> _Directions_: Extract the entries in their exact form.

Dataset records START

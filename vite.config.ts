import { defineConfig } from 'vitest/config';
import react from '@vitejs/plugin-react';
import tailwindcss from '@tailwindcss/vite';
import { readFileSync } from 'node:fs';
import { fileURLToPath } from 'node:url';
import { availableParallelism } from 'node:os';

const here = (dir: string) => fileURLToPath(new URL(dir, import.meta.url));

/**
 * rrule's ES build names source maps whose sources the package does not ship, so the test runner (which loads
 * that build through Vite) warned once per file. Its files are read here without the map comment.
 */
const rruleWithoutSourceMaps = {
  name: 'rrule-without-source-maps',
  enforce: 'pre' as const,
  load(id: string) {
    return /\/node_modules\/rrule\/dist\/esm\/.+\.js$/.test(id) ? readFileSync(id, 'utf8').replace(/\/\/# sourceMappingURL=\S+\s*$/, '') : null;
  },
};

/**
 * FullCalendar's styles (injected by its script) declare its icon font inline, as a data: URL, which the app's
 * content security policy refuses (fonts only from the app itself), so each calendar page logged a refused font.
 * The week view shows no FullCalendar icons (its own toolbar is off), so the declaration is left out of the build.
 */
const fullCalendarWithoutIconFont = {
  name: 'fullcalendar-without-icon-font',
  transform(code: string, id: string) {
    return /\/@fullcalendar\/core\/internal-common\.js$/.test(id) ? code.replace(/@font-face\{font-family:fcicons;[^}]*\}/, '') : null;
  },
};

/** Chunks of pages only staff open (src/app/routes: owner-…, desk-…, stylist-…, consultation…, outbox). */
const STAFF_PAGE_CHUNK = /(^|\/)(owner-|desk-|stylist-|consultation|outbox)[^/]*\.js$/;

// One config for the client build, the dev server and the three test projects.
export default defineConfig({
  plugins: [react(), tailwindcss(), rruleWithoutSourceMaps, fullCalendarWithoutIconFont],
  // The same aliases as tsconfig.base.json's paths (tsx reads those for the server).
  resolve: { alias: { '@shared': here('./shared'), '@server': here('./server'), '@client': here('./src') } },
  build: {
    outDir: 'dist/client',
    emptyOutDir: true,
    // Browsers Dwell supports preload modules themselves; the polyfill would ride in every first load.
    modulePreload: {
      polyfill: false,
      // Staff pages fetch their shared pieces when opened (one more round trip on the salon's own network, with the
      // app already cached); only pages a client reaches from a link list theirs ahead. The lists ride in the first
      // file every visitor loads, and the public page's first load is held to 120 KB of JavaScript.
      resolveDependencies: (filename, deps) => (STAFF_PAGE_CHUNK.test(filename) ? [] : deps),
    },
    // Our own modules only declare things (schemas, contracts, components): one that nothing uses is left out, so a
    // page that needs one contract does not carry every schema of the modules it sits beside.
    rolldownOptions: { treeshake: { moduleSideEffects: [{ test: /\/(shared|src)\/.+\.tsx?$/, sideEffects: false }] } },
  },
  server: {
    port: 5173,
    host: '127.0.0.1',
    // The dev server forwards API calls to Express (started by `npm run dev`).
    proxy: { '/api': `http://127.0.0.1:${process.env.PORT ?? 3000}` },
  },
  test: {
    // Vitest's default is one worker fewer than the cores: on a two-core CI machine, one worker for every suite. Two
    // let the unit and integration files (a database each) run two at a time; the browser files, one at a time
    // (fileParallelism below), run after them.
    maxWorkers: Math.max(2, availableParallelism() - 1),
    projects: [
      {
        extends: true,
        test: {
          name: 'unit',
          environment: 'node',
          include: ['shared/**/*.test.ts', 'src/**/*.test.{ts,tsx}', 'server/**/*.test.ts', 'tests/unit/**/*.test.ts', 'tests/engine/**/*.test.ts'],
        },
      },
      {
        extends: true,
        test: {
          name: 'integration',
          environment: 'node',
          include: ['tests/integration/**/*.test.ts'],
          globalSetup: ['tests/setup/integration-global-setup.ts'],
          testTimeout: 20_000,
          hookTimeout: 30_000,
        },
      },
      {
        extends: true,
        test: {
          name: 'e2e',
          environment: 'node',
          include: ['tests/e2e/**/*.test.ts'],
          globalSetup: ['tests/setup/e2e-global-setup.ts'],
          fileParallelism: false,
          // A file's concurrent tests (the accessibility walk's read-only walks) run two at a time, for two cores.
          maxConcurrency: 2,
          // Journeys click through many screens and run axe several times; CI machines may be busy.
          testTimeout: 180_000,
          hookTimeout: 90_000,
        },
      },
    ],
  },
});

Dataset records END

> _Task output_:
filename vite.config.ts
import { defineConfig } from 'vitest/config';
import react from '@vitejs/plugin-react';
import tailwindcss from '@tailwindcss/vite';
import { readFileSync } from 'node:fs';
import { fileURLToPath } from 'node:url';
import { availableParallelism } from 'node:os';

const here = (dir: string) => fileURLToPath(new URL(dir, import.meta.url));

/**
 * rrule's ES build names source maps whose sources the package does not ship, so the test runner (which loads
 * that build through Vite) warned once per file. Its files are read here without the map comment.
 */
const rruleWithoutSourceMaps = {
  name: 'rrule-without-source-maps',
  enforce: 'pre' as const,
  load(id: string) {
    return /\/node_modules\/rrule\/dist\/esm\/.+\.js$/.test(id) ? readFileSync(id, 'utf8').replace(/\/\/# sourceMappingURL=\S+\s*$/, '') : null;
  },
};

/**
 * FullCalendar's styles (injected by its script) declare its icon font inline, as a data: URL, which the app's
 * content security policy refuses (fonts only from the app itself), so each calendar page logged a refused font.
 * The week view shows no FullCalendar icons (its own toolbar is off), so the declaration is left out of the build.
 */
const fullCalendarWithoutIconFont = {
  name: 'fullcalendar-without-icon-font',
  transform(code: string, id: string) {
    return /\/@fullcalendar\/core\/internal-common\.js$/.test(id) ? code.replace(/@font-face\{font-family:fcicons;[^}]*\}/, '') : null;
  },
};

/** Chunks of pages only staff open (src/app/routes: owner-…, desk-…, stylist-…, consultation…, outbox). */
const STAFF_PAGE_CHUNK = /(^|\/)(owner-|desk-|stylist-|consultation|outbox)[^/]*\.js$/;

// One config for the client build, the dev server and the three test projects.
export default defineConfig({
  plugins: [react(), tailwindcss(), rruleWithoutSourceMaps, fullCalendarWithoutIconFont],
  // The same aliases as tsconfig.base.json's paths (tsx reads those for the server).
  resolve: { alias: { '@shared': here('./shared'), '@server': here('./server'), '@client': here('./src') } },
  build: {
    outDir: 'dist/client',
    emptyOutDir: true,
    // Browsers Dwell supports preload modules themselves; the polyfill would ride in every first load.
    modulePreload: {
      polyfill: false,
      // Staff pages fetch their shared pieces when opened (one more round trip on the salon's own network, with the
      // app already cached); only pages a client reaches from a link list theirs ahead. The lists ride in the first
      // file every visitor loads, and the public page's first load is held to 120 KB of JavaScript.
      resolveDependencies: (filename, deps) => (STAFF_PAGE_CHUNK.test(filename) ? [] : deps),
    },
    // Our own modules only declare things (schemas, contracts, components): one that nothing uses is left out, so a
    // page that needs one contract does not carry every schema of the modules it sits beside.
    rolldownOptions: { treeshake: { moduleSideEffects: [{ test: /\/(shared|src)\/.+\.tsx?$/, sideEffects: false }] } },
  },
  server: {
    port: 5173,
    host: '127.0.0.1',
    // The dev server forwards API calls to Express (started by `npm run dev`).
    proxy: { '/api': `http://127.0.0.1:${process.env.PORT ?? 3000}` },
  },
  test: {
    // Vitest's default is one worker fewer than the cores: on a two-core CI machine, one worker for every suite. Two
    // let the unit and integration files (a database each) run two at a time; the browser files, one at a time
    // (fileParallelism below), run after them.
    maxWorkers: Math.max(2, availableParallelism() - 1),
    projects: [
      {
        extends: true,
        test: {
          name: 'unit',
          environment: 'node',
          include: ['shared/**/*.test.ts', 'src/**/*.test.{ts,tsx}', 'server/**/*.test.ts', 'tests/unit/**/*.test.ts', 'tests/engine/**/*.test.ts'],
        },
      },
      {
        extends: true,
        test: {
          name: 'integration',
          environment: 'node',
          include: ['tests/integration/**/*.test.ts'],
          globalSetup: ['tests/setup/integration-global-setup.ts'],
          testTimeout: 20_000,
          hookTimeout: 30_000,
        },
      },
      {
        extends: true,
        test: {
          name: 'e2e',
          environment: 'node',
          include: ['tests/e2e/**/*.test.ts'],
          globalSetup: ['tests/setup/e2e-global-setup.ts'],
          fileParallelism: false,
          // A file's concurrent tests (the accessibility walk's read-only walks) run two at a time, for two cores.
          maxConcurrency: 2,
          // Journeys click through many screens and run axe several times; CI machines may be busy.
          testTimeout: 180_000,
          hookTimeout: 90_000,
        },
      },
    ],
  },
});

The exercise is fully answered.